An example is provided below:
#version=cyp2d6_GRCh37_1000_genomes
Haplotype Name Gene rsID ReferenceSequence Variant Start Variant Stop Reference Allele Variant Allele Type
CYP2D6*5.001 CYP2D6 CYP2D6 NC_000022.10 42523949 42533891 T <CN0> CNV
CYP2D6*2_x2 CYP2D6 CYP2D6 NC_000022.10 42523949 42533891 T <CN2> CNV
CYP2D6*4_x2 CYP2D6 CYP2D6 NC_000022.10 42523949 42533891 T <CN2> CNV
In this example, we define two copy-number gain alleles and a copy-loss variant. CYP2D6*5 defines a whole gene deletion and is quite straightforward to define.
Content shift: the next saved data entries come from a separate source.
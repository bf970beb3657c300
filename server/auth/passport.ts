import passport from 'passport';
import { Strategy as LocalStrategy } from 'passport-local';
import { User } from '../models/index.js';
import { checkPassword } from './password.js';

// A fixed hash to compare against when the address is unknown, so that the answer
// takes as long for unknown addresses as for wrong passwords.
const DUMMY_HASH = '$2b$10$CwTycUXWue0Thq9StjUM0uJ8.PRKE1pyQmyrp3fEzJvO0yNNnBfyK';

export function configurePassport(): passport.PassportStatic {
  passport.use(
    new LocalStrategy({ usernameField: 'email', passwordField: 'password' }, async (email, password, done) => {
      try {
        const user = await User.findOne({ where: { email: email.trim().toLowerCase() } });
        const ok = await checkPassword(password, user?.passwordHash ?? DUMMY_HASH);
        if (!user || !ok) return done(null, false, { message: 'The e-mail address or the password is wrong. Check both and try again.' });
        if (user.disabled) return done(null, false, { message: 'This account is disabled. Ask the site admin to enable it.' });
        return done(null, user);
      } catch (err) {
        return done(err);
      }
    }),
  );
  passport.serializeUser((user, done) => done(null, (user as User).id));
  passport.deserializeUser(async (id: number, done) => {
    try {
      const user = await User.findByPk(id);
      // A disabled account loses its sessions at the next request.
      done(null, user && !user.disabled ? user : false);
    } catch (err) {
      done(err);
    }
  });
  return passport;
}
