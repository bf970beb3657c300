import passport from 'passport';
import { User } from '../models/index.js';
import { prefetchedAccount } from './session-store.js';

/**
 * Passport keeps the signed-in account in the session (its id) and loads it per request.
 * Passwords are checked by SignInService (sign-in.ts), which applies the back-off.
 */
export function configurePassport(): passport.PassportStatic {
  passport.serializeUser((user, done) => done(null, (user as User).id));
  passport.deserializeUser(async (id: number, done) => {
    try {
      // read with the session when possible (session-store.ts), else by id
      const row = prefetchedAccount(id);
      const user = row ? User.build(row, { isNewRecord: false, raw: true }) : await User.findByPk(id);
      // A disabled account loses its sessions at the next request.
      done(null, user && !user.disabled ? user : false);
    } catch (err) {
      done(err);
    }
  });
  return passport;
}
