/** The quadratic form of an exponent, S = -1/2 x^T A x + J^T x + c, read off its expansion. */
import type { Expr } from '../lang/ast.js';
import { mul, neg, num } from '../expr/build.js';
import type { Poly } from './polynomial.js';

export interface QuadraticForm {
  vars: string[];
  A: Expr[][];
  J: Expr[];
  c: Expr;
}

export function formFromPoly(p: Poly, vars: readonly string[]): QuadraticForm {
  const n = vars.length;
  const coeff = (exps: number[]): Expr => p.get(exps.join(','))?.coeff ?? num(0);
  const unit = (j: number, k: number) => vars.map((_, m) => (m === j ? 1 : 0) + (m === k ? 1 : 0));
  const A: Expr[][] = [];
  for (let j = 0; j < n; j++) {
    const row: Expr[] = [];
    for (let k = 0; k < n; k++) {
      const c = coeff(unit(j, k));
      // S contains -1/2 A_jj x_j^2 and -A_jk x_j x_k (j != k)
      row.push(j === k ? neg(mul(num(2), c)) : neg(c));
    }
    A.push(row);
  }
  const J = vars.map((_, j) => coeff(vars.map((__, m) => (m === j ? 1 : 0))));
  return { vars: [...vars], A, J, c: coeff(vars.map(() => 0)) };
}
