import { ChangeDetectionStrategy, Component, DestroyRef, ElementRef, computed, inject, signal } from '@angular/core';
import { MatFormFieldModule } from '@angular/material/form-field';
import { MatInputModule } from '@angular/material/input';
import { ActivatedRoute, Router, RouterLink } from '@angular/router';
import { CLAUSE_WORDS, CONSTANTS, COUNT_DOMAIN, DOMAIN_HELP, FUNCTIONS } from '@shared/language';
import type { StatementReport } from '@shared/evaluation';
import { EMPTY, catchError, concatMap, filter, from, map, take } from 'rxjs';
import { EvaluationApi } from '../worksheets/evaluation-api';
import { FindingCard } from '../worksheets/findings/finding-card';
import { loadKatex } from '../worksheets/findings/math';
import { WORKED_EXAMPLES, type WorkedExample } from './worked-examples';

type Output = { state: 'waiting' } | { state: 'done'; statement: StatementReport } | { state: 'failed'; message: string };

/**
 * /language: the worksheet language's reference, made from shared/language.ts (each
 * statement's form, help and example; the domains, functions and constants). Every
 * statement has a worked example, and its output is the server's own evaluation of that
 * example, made when the page opens (POST /api/evaluate, one example after another), so it
 * is always what this version of the computation answers and cannot go stale. Searchable
 * (?q= in the address); #keyword opens at that statement (the editor's hovers link there).
 */
@Component({
  selector: 'app-language-reference',
  imports: [MatFormFieldModule, MatInputModule, RouterLink, FindingCard],
  template: `
    <div class="sw-page">
      <nav class="crumbs" aria-label="Breadcrumb"><a routerLink="/groups">Groups</a> <span aria-hidden="true">/</span> <span aria-current="page">Language reference</span></nav>
      <p class="sw-eyebrow">Worksheet language</p>
      <h1>Language reference</h1>
      <p class="sw-muted">One statement per line. Each entry shows the form, what it does, and a worked example with the output this server computes for it now.</p>
      <mat-form-field appearance="outline" class="search" subscriptSizing="dynamic">
        <mat-label>Search statements, words, functions</mat-label>
        <input matInput type="search" [value]="query()" (input)="search($any($event.target).value)" data-testid="language-search" />
      </mat-form-field>
      <p class="sw-muted small" role="status" data-testid="language-count">{{ countText() }}</p>

      @for (e of shown(); track e.keyword) {
        <article class="entry sw-panel" [id]="e.keyword" [attr.data-keyword]="e.keyword" data-testid="language-entry">
          <h2><code>{{ e.keyword }}</code></h2>
          <p>@for (part of codeSpans(e.help); track $index) {@if (part.code) {<code>{{ part.text }}</code>} @else {{{ part.text }}}}</p>
          <p class="form"><span class="label">Form</span> <code>{{ e.form }}</code></p>
          <div class="example">
            <p class="label">Worked example</p>
            <pre class="source" tabindex="0" [attr.aria-label]="'Example of ' + e.keyword">@for (l of e.source.trimEnd().split('\\n'); track $index) {<span [class.focus]="$index + 1 === e.line">{{ l }}</span>
}</pre>
            <p class="label">Output</p>
            @let out = outputs()[e.keyword];
            @if (!out || out.state === 'waiting') {
              <p class="sw-muted small" role="status">Evaluating the example…</p>
            } @else if (out.state === 'failed') {
              <p class="sw-error small" role="alert">{{ out.message }}</p>
            } @else {
              <div class="card" data-testid="language-output"><app-finding-card [statement]="out.statement" [reviewable]="false" /></div>
            }
          </div>
        </article>
      } @empty {
        <p class="sw-muted">No statement matches “{{ query() }}”.</p>
      }

      @if (wordsShown()) {
        <section class="sw-panel entry" aria-labelledby="words-heading">
          <h2 id="words-heading">Words inside statements</h2>
          <dl class="words">
            @for (d of domains(); track d[0]) { <dt><code>{{ d[0] }}</code></dt><dd>domain: {{ d[1] }}</dd> }
            @for (f of functions(); track f[0]) { <dt><code>{{ f[0] }}(…)</code></dt><dd>{{ f[1] }}</dd> }
            @for (c of constants(); track c[0]) { <dt><code>{{ c[0] }}</code></dt><dd>{{ c[1] }}</dd> }
            <dt>clause words</dt><dd>@for (w of clauses; track w) { <code>{{ w }}</code>{{ $last ? '' : ', ' }} }</dd>
          </dl>
        </section>
      }
    </div>
  `,
  styles: `
    .crumbs { display: flex; gap: 0.5rem; font-size: 0.92rem; margin-bottom: 1rem; a { text-decoration: none; } }
    h1 { margin-top: 0; }
    .search { width: min(100%, 480px); }
    .small { font-size: 0.85rem; }
    .entry { margin: 0 0 1rem; scroll-margin-top: 5rem; }
    .entry h2 { margin: 0 0 0.3rem; font-size: 1.15rem; }
    .label { font-size: 0.78rem; font-weight: 600; text-transform: uppercase; letter-spacing: 0.04em; color: var(--sw-muted-ink); margin: 0.6rem 0 0.2rem; }
    .form code { overflow-wrap: anywhere; }
    .form .label { margin-right: 0.6rem; }
    .source { margin: 0; padding: 0.5rem 0.75rem; border: 1px solid var(--sw-rule); border-radius: 6px; font-size: 0.85rem; white-space: pre-wrap; overflow-wrap: anywhere; }
    .source .focus { font-weight: 700; }
    .words { display: grid; grid-template-columns: max-content 1fr; gap: 0.25rem 1rem; margin: 0; dd { margin: 0; } }
  `,
  changeDetection: ChangeDetectionStrategy.OnPush,
})
export class LanguageReference {
  private readonly evaluation = inject(EvaluationApi);
  private readonly router = inject(Router);
  private readonly host = inject<ElementRef<HTMLElement>>(ElementRef);
  private readonly route = inject(ActivatedRoute);

  protected readonly query = signal(this.route.snapshot.queryParamMap.get('q') ?? '');
  protected readonly outputs = signal<Partial<Record<string, Output>>>({});
  protected readonly clauses = CLAUSE_WORDS;
  /** The help texts mark code with backticks (Markdown, as the editor's hovers show them). */
  protected readonly codeSpans = (text: string) => text.split('`').map((t, i) => ({ text: t, code: i % 2 === 1 }));

  private readonly matches = (text: string) => text.toLowerCase().includes(this.query().trim().toLowerCase());
  protected readonly shown = computed(() =>
    WORKED_EXAMPLES.filter((e) => !this.query().trim() || [e.keyword, e.form, e.help, e.example].some((t) => this.matches(t))),
  );
  protected readonly domains = computed(() => [...Object.entries(DOMAIN_HELP), [COUNT_DOMAIN.label, COUNT_DOMAIN.help] as const].filter(([k, v]) => !this.query().trim() || this.matches(k) || this.matches(v)));
  protected readonly functions = computed(() => Object.entries(FUNCTIONS).filter(([k, v]) => !this.query().trim() || this.matches(k) || this.matches(v)));
  protected readonly constants = computed(() => Object.entries(CONSTANTS).filter(([k, v]) => !this.query().trim() || this.matches(k) || this.matches(v)));
  protected readonly wordsShown = computed(() => this.domains().length + this.functions().length + this.constants().length > 0 || !this.query().trim());
  protected readonly countText = computed(() => {
    const n = this.shown().length;
    return this.query().trim() ? `${n} of ${WORKED_EXAMPLES.length} statements match` : `${WORKED_EXAMPLES.length} statements`;
  });

  constructor() {
    void loadKatex();
    // One example after another, so the page never holds more than one of the account's evaluation slots.
    const sub = from(WORKED_EXAMPLES)
      .pipe(concatMap((e) => this.evaluate(e)))
      .subscribe();
    inject(DestroyRef).onDestroy(() => sub.unsubscribe());
    const fragment = this.route.snapshot.fragment;
    if (fragment) setTimeout(() => this.host.nativeElement.querySelector(`#${CSS.escape(fragment)}`)?.scrollIntoView({ block: 'start' }), 0);
  }

  protected search(text: string): void {
    this.query.set(text);
    void this.router.navigate([], { queryParams: { q: text || null }, replaceUrl: true, preserveFragment: false });
  }

  private evaluate(e: WorkedExample) {
    this.outputs.update((o) => ({ ...o, [e.keyword]: { state: 'waiting' } }));
    return this.evaluation.evaluateStream(e.source).pipe(
      filter((ev) => ev.type === 'report'),
      take(1),
      map((ev) => {
        const statement = ev.type === 'report' ? ev.report.statements.find((s) => s.line === e.line) : undefined;
        const out: Output = statement ? { state: 'done', statement } : { state: 'failed', message: 'The example gave no output.' };
        this.outputs.update((o) => ({ ...o, [e.keyword]: out }));
      }),
      // A failure is shown on its entry; the next example still runs.
      catchError((err: unknown) => {
        this.outputs.update((o) => ({ ...o, [e.keyword]: { state: 'failed', message: err instanceof Error ? err.message : 'The example could not be evaluated.' } }));
        return EMPTY;
      }),
    );
  }
}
However, *2xN and *4xN are defined as copy gain + variations. Therefore, calling them with this method requires that we define all main alleles + suballeles + CNV. The CNV file is parsed such that (in this case), *5.001 is simply appended to the haplotype table. *2xN and *4xN are expanded to all *2 and *4 sub-alleles present in the haplotype table. Since *4 and *2 are represented by hundreds of permutations of variants across tens of sub-alleles, the full definition of these alleles + copy gain is quite cumbersome. This method simplifies that substantially.
Note that the decision to include *5 in the haplotype file vs. the CNV file is arbitrary, but I recommend it to keep SVs organized and to avoid unnecessary modifications to the tsv file.
hiMoon is designed to work with the data provided, but for better or for worse, it will do what you ask it to do. Methods for SV determination and reporting vary, and this can have major implications on how you define SVs in the cnv file.
For example: the hiMoon test files are based on data reported in Phase 3 of the 1000 genomes project. One set of tests looks for correct named haplotypes (based on Getrm consensus) in GRCh38 low-depth VCF calls with no SVs defined. The other looks at a combined SNPs, InDels, and SVs from the GRCh37 calls with a defined .cnv file (see example above). The breakpoints in that file are defined based on manual inspection of the structural variant VCF, wherein we found that the CNV for CYP2D6 is defined as starting as position 42523949. We also noted that this is defined for CN0, CN2, CN3, and CN4. Therefore, our .cnv table MUST match these parameters.
Different methods for investigating CNVs might have placed the breakpoint before or after this defined point, so we would need to verify that and modify if this table were used for a different dataset. Furthermore, copy gain/loss could be defined by a different alt allele (e.g. "DEL", "DUP"). This is especially important for more complex alleles, like CYP2D6/7 hybrid alleles (e.g. *4+*68), which may or may not be determinable depending on the upstream method for finding SVs. Of note, the common NA12878 sample in 1000 genomes is *4+*68/*3, but would be determined using this dataset to be *4x2/*3. This is a limitation of SV calling methods and not a limitation of hiMoon.